The bundled copy is what makes "works fully offline" real. A brand-new install with no network still has a complete, scoreable test for every supported language on first launch (each blueprint is roughly 20KB and holds about 40 items). The content pipeline then quietly catches that install up to the latest corrections the next time it has a connection.

What publishing a fix actually looks like

The other half of the story lives in the web repo, which serves the content API. A build script reads the authored question files, copies each into blueprints/{iso}.json, runs shasum -a 256 over the bytes, and regenerates the manifest's blueprint entries. So correcting a wrong answer is: edit the question source, run the build, deploy. The manifest's checksum for that one language flips, and every device picks up the fix on its next poll.

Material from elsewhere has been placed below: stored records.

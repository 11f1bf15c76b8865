package main

import (
	"bufio"
	"context"
	"encoding/json"
	"errors"
	"flag"
	"fmt"
	"os"
	"runtime/pprof"
	"sort"
	"strings"
	"time"

	"github.com/pulsefleet/pulsefleet/internal/scenarios"
	"github.com/pulsefleet/pulsefleet/internal/sim"
)

const simSynopsis = "--gateway ADDR --devices N --rate HZ --duration DUR --mode raw|summary [--scenario NAME|FILE] [--seed N] [faults]"

func init() {
	register(command{
		name: "sim",
		summary: `Run a simulated fleet of devices against a gateway over real gRPC.
Each device has its own seed-derived patient (or one from a scenario), sends
raw PPG chunks or per-second summaries, keeps unacknowledged chunks, resumes
where the gateway says after reconnecting, and follows redirects. Faults can
be injected (--drop-every, --corrupt-rate, --clock-drift-ppm). Progress goes
to stderr; the last line on stdout is one JSON object:
{"devices":N,"frames_sent":N,"frames_acked":N,"samples_sent":N,"rejected":N,"ack_p50_ms":X,"ack_p99_ms":X,...}
Shipped scenarios: ` + strings.Join(scenarios.Names(), ", ") + ` (docs/scenarios.md).`,
		run: runSim,
	})
}

// simFlags are the flags sim and bench share.
type simFlags struct {
	gateway, mode, scenario, token, tokenFile, idPrefix string
	perDeviceOut, cpuProfile                            string
	devices, chunk, perConn                             int
	rate, speed, corrupt, drift                         float64
	duration, dropEvery, progress, drain                time.Duration
	seed                                                uint64
}

func (f *simFlags) register(fs *flag.FlagSet, withGateway bool) {
	if withGateway {
		fs.StringVar(&f.gateway, "gateway", "", "gRPC address of the gateway, host:port (required)")
		fs.StringVar(&f.scenario, "scenario", "", "scenario: a shipped name ("+strings.Join(scenarios.Names(), ", ")+") or a YAML file; it names the fleet (no --devices)")
		fs.Float64Var(&f.speed, "speed", 0, "time compression: scenario seconds per wall second, 0.01..100000 (default: the scenario's, else 1)")
		fs.DurationVar(&f.dropEvery, "drop-every", 0, "drop each device's stream about this often (0 = never)")
		fs.Float64Var(&f.corrupt, "corrupt-rate", 0, "share of data messages sent corrupt (out-of-range codes, wrong lengths, absurd rates), 0..1")
		fs.Float64Var(&f.drift, "clock-drift-ppm", 0, "spread device clock drift over +-this many ppm")
		fs.StringVar(&f.token, "token", "", `bearer token every device sends ("authorization: Bearer TOKEN")`)
		fs.StringVar(&f.tokenFile, "token-file", "", `file with one "device_id token" per line (overrides --token per device)`)
		fs.StringVar(&f.idPrefix, "id-prefix", "sim", "device ids are PREFIX-0001, PREFIX-0002, ... (without --scenario)")
		fs.StringVar(&f.mode, "mode", "raw", "what devices send: raw (PPG chunks) or summary (per-second values); a scenario's device entries may say otherwise")
		fs.DurationVar(&f.drain, "drain", 10*time.Second, "after sending stops, wait this long for the last acknowledgements")
		fs.StringVar(&f.cpuProfile, "cpuprofile", "", "write a CPU profile of the client (pprof) to this file")
		fs.StringVar(&f.perDeviceOut, "per-device-out", "", "also write each device's acknowledged counts to this CSV file (device,mode,frames_acked,samples_acked,acked_through)")
	}
	fs.IntVar(&f.devices, "devices", 10, "number of devices, 1..100000")
	fs.Float64Var(&f.rate, "rate", 100, "raw sample rate per device in Hz, 25..1000")
	fs.DurationVar(&f.duration, "duration", 60*time.Second, "how long devices send (wall time); with --scenario the default is the scenario's length / speed")
	fs.Uint64Var(&f.seed, "seed", 1, "seed of every patient, clock drift and fault")
	fs.IntVar(&f.chunk, "chunk", 25, "samples per raw chunk, 1..1000")
	fs.IntVar(&f.perConn, "devices-per-conn", 500, "devices sharing one gRPC connection")
	fs.DurationVar(&f.progress, "progress-every", 5*time.Second, "interval of progress lines on stderr")
}

func runSim(ctx context.Context, args []string, s stdio) error {
	fs := newFlagSet("sim", simSynopsis, s.err)
	var f simFlags
	f.register(fs, true)
	if err := parseFlags(fs, args); err != nil {
		return err
	}
	set := map[string]bool{}
	fs.Visit(func(fl *flag.Flag) { set[fl.Name] = true })
	opts, err := f.options(set)
	if err != nil {
		return err
	}
	opts.Progress = s.err
	if f.cpuProfile != "" {
		stop, err := startCPUProfile(f.cpuProfile)
		if err != nil {
			return err
		}
		defer stop()
	}
	rep, err := sim.Run(ctx, opts)
	if err != nil {
		return err
	}
	if f.perDeviceOut != "" {
		if err := writePerDevice(f.perDeviceOut, rep); err != nil {
			return err
		}
	}
	if err := writeJSONLine(s, rep); err != nil {
		return err
	}
	return nothingAcked(rep, opts.Gateway)
}

// nothingAcked fails a run in which data was due but the gateway
// acknowledged none of it: the run did not do its job, whatever it sent.
func nothingAcked(rep *sim.Report, gateway string) error {
	if rep.FramesAcked > 0 || rep.Devices == 0 {
		return nil
	}
	last := ""
	if rep.LastError != "" {
		last = "; last error: " + errorText(errors.New(rep.LastError))
	}
	return fmt.Errorf("nothing acknowledged: the gateway at %s confirmed none of %d frames sent (%d stream errors)%s",
		gateway, rep.FramesSent, rep.StreamErrors, last)
}

// writePerDevice writes the per-device CSV of --per-device-out.
func writePerDevice(path string, rep *sim.Report) error {
	ids := make([]string, 0, len(rep.PerDevice))
	for id := range rep.PerDevice {
		ids = append(ids, id)
	}
	sort.Strings(ids)
	var b strings.Builder
	b.WriteString("device,mode,frames_acked,samples_acked,acked_through\n")
	for _, id := range ids {
		d := rep.PerDevice[id]
		fmt.Fprintf(&b, "%s,%s,%d,%d,%d\n", id, d.Mode, d.FramesAcked, d.SamplesAcked, d.AckedThrough)
	}
	if err := os.WriteFile(path, []byte(b.String()), 0o644); err != nil {
		return fmt.Errorf("per-device counts: %w", err)
	}
	return nil
}

// options turns the flags into sim.Options; set holds the flags given.
func (f *simFlags) options(set map[string]bool) (sim.Options, error) {
	o := sim.Options{
		Gateway: f.gateway, Devices: f.devices, IDPrefix: f.idPrefix, RateHz: f.rate, Chunk: f.chunk,
		Duration: f.duration, Speed: f.speed, Seed: f.seed, DropEvery: f.dropEvery, CorruptRate: f.corrupt,
		ClockDriftPPM: f.drift, Token: f.token, DevicesPerConn: f.perConn, Drain: f.drain,
		ProgressEvery: f.progress,
	}
	if f.drain == 0 {
		o.Drain = -1
	}
	switch {
	case f.gateway == "":
		return o, usagef("--gateway is required (host:port of a running gateway, e.g. from 'pulsefleet serve')")
	case f.mode != "raw" && f.mode != "summary":
		return o, usagef("--mode %q, want raw or summary", f.mode)
	case f.devices < 1 || f.devices > 100000:
		return o, usagef("--devices %d, want 1..100000", f.devices)
	case f.rate < 25 || f.rate > 1000:
		return o, usagef("--rate %v Hz, want 25..1000", f.rate)
	case f.chunk < 1 || f.chunk > 1000:
		return o, usagef("--chunk %d samples, want 1..1000", f.chunk)
	case f.duration < 0:
		return o, usagef("--duration %v, want 0 or more", f.duration)
	case f.corrupt < 0 || f.corrupt > 1:
		return o, usagef("--corrupt-rate %v, want 0..1", f.corrupt)
	case f.speed != 0 && (f.speed < 0.01 || f.speed > 100000):
		return o, usagef("--speed %v, want 0.01..100000", f.speed)
	case f.drift < 0 || f.drift > 100000:
		return o, usagef("--clock-drift-ppm %v, want 0..100000", f.drift)
	case f.dropEvery < 0:
		return o, usagef("--drop-every %v, want 0 (never) or more", f.dropEvery)
	case f.perConn < 1:
		return o, usagef("--devices-per-conn %d, want 1 or more", f.perConn)
	case f.progress <= 0:
		return o, usagef("--progress-every %v, want more than 0", f.progress)
	}
	if set["mode"] || f.scenario == "" {
		o.Mode = sim.Mode(f.mode)
	}
	if f.scenario != "" {
		if set["devices"] {
			return o, usagef("--devices and --scenario: the scenario names its fleet; leave out --devices")
		}
		sc, err := scenarios.Load(f.scenario)
		if err != nil {
			return o, err
		}
		o.Scenario = sc
		if !set["rate"] {
			o.RateHz = 0 // the scenario's
		}
		if !set["duration"] {
			o.Duration = 0 // the scenario's length / speed
		}
	}
	if f.tokenFile != "" {
		toks, err := readTokenFile(f.tokenFile)
		if err != nil {
			return o, err
		}
		o.Tokens = toks
	}
	return o, nil
}

// readTokenFile reads "device_id token" lines; blank lines and lines
// starting with # are skipped.
func readTokenFile(path string) (map[string]string, error) {
	fh, err := os.Open(path)
	if err != nil {
		return nil, fmt.Errorf("token file: %w", err)
	}
	defer fh.Close()
	toks := map[string]string{}
	sc := bufio.NewScanner(fh)
	for line := 1; sc.Scan(); line++ {
		t := strings.TrimSpace(sc.Text())
		if t == "" || strings.HasPrefix(t, "#") {
			continue
		}
		fields := strings.Fields(t)
		if len(fields) != 2 {
			return nil, fmt.Errorf("token file %s line %d: %d fields, want \"device_id token\"", path, line, len(fields))
		}
		toks[fields[0]] = fields[1]
	}
	if err := sc.Err(); err != nil {
		return nil, fmt.Errorf("token file %s: %w", path, err)
	}
	return toks, nil
}

func writeJSONLine(s stdio, v any) error {
	b, err := json.Marshal(v)
	if err != nil {
		return err
	}
	_, err = fmt.Fprintf(s.out, "%s\n", b)
	return err
}

// startCPUProfile writes a CPU profile to path until stop is called.
func startCPUProfile(path string) (stop func(), err error) {
	fh, err := os.Create(path)
	if err != nil {
		return nil, fmt.Errorf("cpu profile: %w", err)
	}
	if err := pprof.StartCPUProfile(fh); err != nil {
		fh.Close()
		return nil, fmt.Errorf("cpu profile: %w", err)
	}
	return func() { pprof.StopCPUProfile(); fh.Close() }, nil
}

That pipeline has its own sharp edge worth naming honestly: the blueprint regeneration step is destructive, it clears and rebuilds the blueprints directory, and it deliberately leaves audio entries untouched. It also depends on the authored content being the true source. Fix something directly in the served copy instead of the source and the next build silently reverts it. Knowing exactly which step owns which file is the price of decoupling them.

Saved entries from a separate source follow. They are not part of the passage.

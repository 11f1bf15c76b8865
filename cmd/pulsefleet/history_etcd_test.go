package main

import (
	"context"
	"encoding/json"
	"strings"
	"testing"
	"time"
)

// A fleet on a real etcd, two `serve` processes: a device's spo2_low
// episode starts on its gateway, which is then killed; the survivor takes
// the device and the episode (alarm state travels through etcd) and ends
// it. With the killed gateway down the merged listing has the survivor's
// part, exits 3 and names the device (the survivor's ledger starts at its
// 41st message). With the gateway back, both stores hold the episode (the
// same device, condition and onset): the merged listing shows it once, from
// the survivor (ended), and counts the copy it dropped.
func TestMergedEpisodesAcrossAFailoverOnEtcd(t *testing.T) {
	if testing.Short() {
		t.Skip("process test")
	}
	f := newEtcdFleet(t, 2)
	defer f.stopAll()
	ctx, cancel := context.WithCancel(context.Background())
	defer cancel()
	const id = "hist-0001"
	d, owner := openOwned(t, ctx, f.addrs[0], id, 10*time.Second)
	first := -1
	for i, a := range f.addrs {
		if a == owner {
			first = i
		}
	}
	t0 := time.Now().Add(-120 * time.Second).Truncate(time.Second).UnixMilli()
	for i := int64(0); i < 40; i++ { // 40 s at SpO2 80: spo2_low announced after 15 s
		d.send(uint64(i+1), t0+i*1000, 80)
	}
	for d.acked < 40 {
		d.recv()
	}
	// The alarm snapshot's publication to etcd is one round trip after the
	// transition; wait until it has surely happened.
	time.Sleep(time.Second)
	f.kill(first)
	other := 1 - first
	d2, _ := openOwned(t, ctx, f.addrs[other], id, 30*time.Second)
	for i := int64(40); i < 100; i++ { // 20 s more below, then 40 s at 97: the episode ends
		v := 80.0
		if i >= 60 {
			v = 97
		}
		d2.send(uint64(i+1), t0+i*1000, v)
	}
	for d2.acked < 100 {
		d2.recv()
	}
	list := strings.Join(f.addrs, ",")
	code, out, errOut := runCmd("episodes", "--gateway", list, "--device", id, "--format", "json")
	var doc historyDoc
	if err := json.Unmarshal([]byte(out), &doc); err != nil {
		t.Fatal(err)
	}
	if code != exitIncomplete || doc.Gaps == nil || len(doc.Gaps.Devices) != 1 || doc.Gaps.Devices[0].Device != id ||
		doc.Gaps.Devices[0].Missing[0] != (seqGap{FirstSequence: 1, LastSequence: 40, BeforeUnixMs: t0 + 40_000}) {
		t.Fatalf("with the killed gateway down: exit %d, gaps %+v; want %d and %s's messages 1-40 named\n%s", code, doc.Gaps, exitIncomplete, id, errOut)
	}
	f.start(t, first)
	f.waitMembers(2, 30*time.Second)
	code, out, errOut = runCmd("episodes", "--gateway", list, "--device", id, "--format", "json")
	doc = historyDoc{}
	if err := json.Unmarshal([]byte(out), &doc); err != nil || code != 0 || doc.Incomplete {
		t.Fatalf("both up: exit %d, %v, incomplete %v: %s", code, err, doc.Incomplete, errOut)
	}
	var lows []string
	for _, k := range episodeKeys(t, doc.Episodes) {
		if strings.Contains(k, "|spo2_low|") {
			lows = append(lows, k)
		}
	}
	if len(lows) != 1 || !strings.HasPrefix(lows[0], f.addrs[other]+"|") || doc.Duplicates < 1 {
		t.Errorf("both up: spo2_low episodes %v, %d duplicates dropped; want one, the survivor's (%s), and its copy dropped\n%s",
			lows, doc.Duplicates, f.addrs[other], errOut)
	}
	for _, e := range doc.Episodes {
		var it struct {
			Episode struct {
				Condition string `json:"condition"`
				Ended     string `json:"ended_unix_ms"`
				Onset     string `json:"onset_unix_ms"`
			} `json:"episode"`
		}
		json.Unmarshal(e, &it)
		if it.Episode.Condition == "spo2_low" && (it.Episode.Ended == "" || it.Episode.Onset != jsonInt(t0)) {
			t.Errorf("kept spo2_low copy: onset %s, ended %q; want onset %d and ended", it.Episode.Onset, it.Episode.Ended, t0)
		}
	}
	t.Logf("both up, stderr:\n%s", errOut)
	if !strings.Contains(errOut, "listed once") {
		t.Errorf("stderr does not count the dropped copy: %q", errOut)
	}
}

func jsonInt(v int64) string { b, _ := json.Marshal(v); return strings.Trim(string(b), `"`) }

The product is a test. The test is data. Treating that data as something I can ship on its own schedule, verified by a checksum rather than fused to the app binary, is what keeps the whole thing maintainable across dozens of languages.

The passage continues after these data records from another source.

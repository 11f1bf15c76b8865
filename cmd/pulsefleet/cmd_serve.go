package main

import (
	"bytes"
	"context"
	"errors"
	"flag"
	"fmt"
	"io"
	"log/slog"
	"net"
	"os"
	"path/filepath"
	"runtime/debug"
	"strings"
	"time"

	"github.com/prometheus/client_golang/prometheus"
	"go.yaml.in/yaml/v3"

	"github.com/pulsefleet/pulsefleet/internal/caution"
	"github.com/pulsefleet/pulsefleet/internal/gateway"
	"github.com/pulsefleet/pulsefleet/internal/notify"
	"github.com/pulsefleet/pulsefleet/internal/profiles"
	"github.com/pulsefleet/pulsefleet/internal/shard"
	"github.com/pulsefleet/pulsefleet/internal/store"
)

// notCertified is printed at start-up (the web page shows the same text).
const notCertified = caution.Line

// serveConfig is everything `serve` needs; the YAML keys of --config are the
// flag names with '-' written as '_'.
type serveConfig struct {
	Data         string        `yaml:"data"`
	GRPCListen   string        `yaml:"grpc_listen"`
	HTTPListen   string        `yaml:"http_listen"`
	Profile      string        `yaml:"profile"`
	CaptureRaw   bool          `yaml:"capture_raw"`
	TrendDays    int           `yaml:"trend_days"`
	RawDays      int           `yaml:"raw_days"`
	LedgerDays   int           `yaml:"ledger_days"`
	BatchDelay   time.Duration `yaml:"batch_delay"`
	Insecure     bool          `yaml:"insecure"`
	TLSCert      string        `yaml:"tls_cert"`
	TLSKey       string        `yaml:"tls_key"`
	ClientCA     string        `yaml:"client_ca"`
	LogLevel     string        `yaml:"log_level"`
	RequireToken bool          `yaml:"require_tokens"`
	Peers        []string      `yaml:"peers"`
	Self         string        `yaml:"self"`
	VerifyStore  string        `yaml:"verify_store"`
	NewStore     bool          `yaml:"new_store"`
	// DeviceTimeRate: device seconds one stream may send per second.
	DeviceTimeRate float64       `yaml:"device_time_rate"`
	BackupDir      string        `yaml:"backup_dir"`
	BackupEvery    time.Duration `yaml:"backup_every"`
	BackupKeep     int           `yaml:"backup_keep"`
	ExportRate     int           `yaml:"export_rate"`
	// Notifications through Alertmanager (serve_notify.go).
	notifyConfig `yaml:",inline"`
	// A fleet on etcd (serve_cluster.go).
	clusterConfig `yaml:",inline"`
}

const (
	defaultGRPCListen = "127.0.0.1:7400"
	defaultHTTPListen = "127.0.0.1:7401"
)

What the split actually helped with

The payoff showed up in time and in posture. The common class of content fixes, a bad distractor, a mislabeled answer, a typo in a stem, went from a days-long release to a minutes-long push. But the part that surprised me was emotional. When fixing a wrong answer means submitting a build and waiting for review, you brace a little before you look at your own data. When fixing it means editing a file and deploying, you can afford to be honest about content quality, because honesty stopped being expensive. That changed how willing I was to go looking for mistakes at all.

Takeaways

Separate code and content into distinct ship channels so urgent data fixes are not held hostage by App Store review.
Key sync on a content checksum, not a version string, so "did this change" is decided by bytes and cannot be defeated by a forgotten version bump.
Reuse the same SHA256 for integrity: verify what arrived matches the manifest before writing it to disk.
Prioritize the sync (blueprints eagerly, audio lazily) and add cooldowns so a server-driven model stays cheap and polite.
Always ship a bundled offline fallback with a downloaded-first, bundled-second loader, so the first launch with no network still has a complete, answerable test.
Decoupling has a cost: be explicit about which step owns which file, or the source and the served copy will quietly drift.

Fixing question data without an App Store release.